### [What is needed]
Which lines below hold the word "uniformSets"? Report each one.

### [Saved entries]
##########

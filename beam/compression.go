package beam

import (
	"context"

	"soffit.example/bars"
	"soffit.example/units"
)

// compressed looks for tension sets at a face that pass once bars on the
// other face are relied on in compression: of each size the fewest that do,
// or more where the stirrups have legs to hold.
//
// Sets that are hopeless inside one stirrup are left out inside the thicker
// ones that follow, which only move bars away from the face.
func (s *search) compressed(ctx context.Context, tie bars.Size, face Face, hopeless map[barPlan]bool) error {
	sense := tensionSense(face)
	if !s.bent(sense) {
		return nil
	}
	var sets []barSet
	others := make([][]barSet, len(s.main)) // by size, fewest bars first
	for i := range s.main {
		most, _, _ := s.bounds(sense, tie, &s.main[i])
		uniform := uniformSets(nil, &s.main[i], 2, most, s.p.Brief.Preferences.MaxLayers)
		sets = append(sets, s.flangeRoom(face, tie, &s.main[i]).withFlange(uniform, &s.main[i], units.Area{}, s.p.Brief.Preferences.SpacingBy)...)
		others[i] = uniformSets(nil, &s.main[i], 2, most, 1)
	}
	sortSets(sets)
	s.t.enclose(tie, s.main[len(s.main)-1])
	lightest := s.leastStirrups(tie, s.p.Brief.Section.Depth)
	for i := range sets {
		if err := ctx.Err(); err != nil {
			return err
		}
		b := &sets[i]
		if hopeless[b.barPlan] || !s.promising(b, &barSet{}, lightest) {
			continue
		}
		if !s.helped(tie, face, b, others) {
			hopeless[b.barPlan] = true
			continue
		}
		for _, of := range others {
			s.compress(tie, face, b, of, lightest)
		}
		if s.done() {
			return nil
		}
	}
	return nil
}

// farOff is the utilization beyond which the most steel of another size, much
// the same in amount and in depth, would not help either.
const farOff = 1.5

// helped reports whether the most steel of one of the largest sizes in
// compression makes a tension set pass in its own sense. Less would not.
func (s *search) helped(tie bars.Size, face Face, b *barSet, others [][]barSet) bool {
	tried := 0
	for i := len(others) - 1; i >= 0 && tried < 3; i-- {
		n := len(others[i])
		if n == 0 {
			continue
		}
		o := &others[i][n-1]
		if s.presses(tie, face, b, o) && s.judge(face, Bending) {
			return true
		}
		if tried++; tried == 1 {
			s.rejectPressed(tie, face, b, o)
			if s.worst() > farOff {
				return false
			}
		}
	}
	return false
}

// rejectPressed logs a tension set with compression steel by the checks that
// have just failed.
func (s *search) rejectPressed(tie bars.Size, face Face, b, other *barSet) {
	a := s.arrangement(face, b, tie.Name)
	layers, _ := other.names()
	a.Pressed = layers[0]
	s.reject(a)
}

// compress completes a tension set with bars of one size in compression. In
// the sense that they help, more of them never fail where fewer pass; what they
// do to the other sense and to the fit is judged count by count.
func (s *search) compress(tie bars.Size, face Face, b *barSet, of []barSet, lightest float64) {
	n := len(of)
	helps := func(o *barSet) bool { return s.presses(tie, face, b, o) && s.judge(face, Bending) }
	if n == 0 || !s.promising(b, &of[0], lightest) || !helps(&of[n-1]) {
		return
	}
	first := n - 1 - last(0, n-1, func(fewer int) bool { return helps(&of[n-1-fewer]) })
	for i := first; i < n; i++ {
		o := &of[i]
		if !s.promising(b, o, lightest) {
			return
		}
		if !s.relied(tie, face, b, o) {
			s.rejectPressed(tie, face, b, o)
			continue
		}
		bottom, top := b, o
		if face == Top {
			bottom, top = o, b
		}
		if s.shear(tie, bottom, top, face.Opposite()) || o.count >= s.p.Brief.Preferences.MaxLegs {
			return
		}
	}
}

// presses lays a tension set with compression steel opposite.
func (s *search) presses(tie bars.Size, face Face, b, other *barSet) bool {
	bottom, top := b, other
	if face == Top {
		bottom, top = other, b
	}
	return s.layPair(tie, bottom, top, face.Opposite())
}

// relied judges a tension set with compression steel opposite.
func (s *search) relied(tie bars.Size, face Face, b, other *barSet) bool {
	return s.presses(tie, face, b, other) && s.judge(0, Bending, Fitting)
}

##########

### [Your solution]
		uniform := uniformSets(nil, &s.main[i], 2, most, s.p.Brief.Preferences.MaxLayers)
		others[i] = uniformSets(nil, &s.main[i], 2, most, 1)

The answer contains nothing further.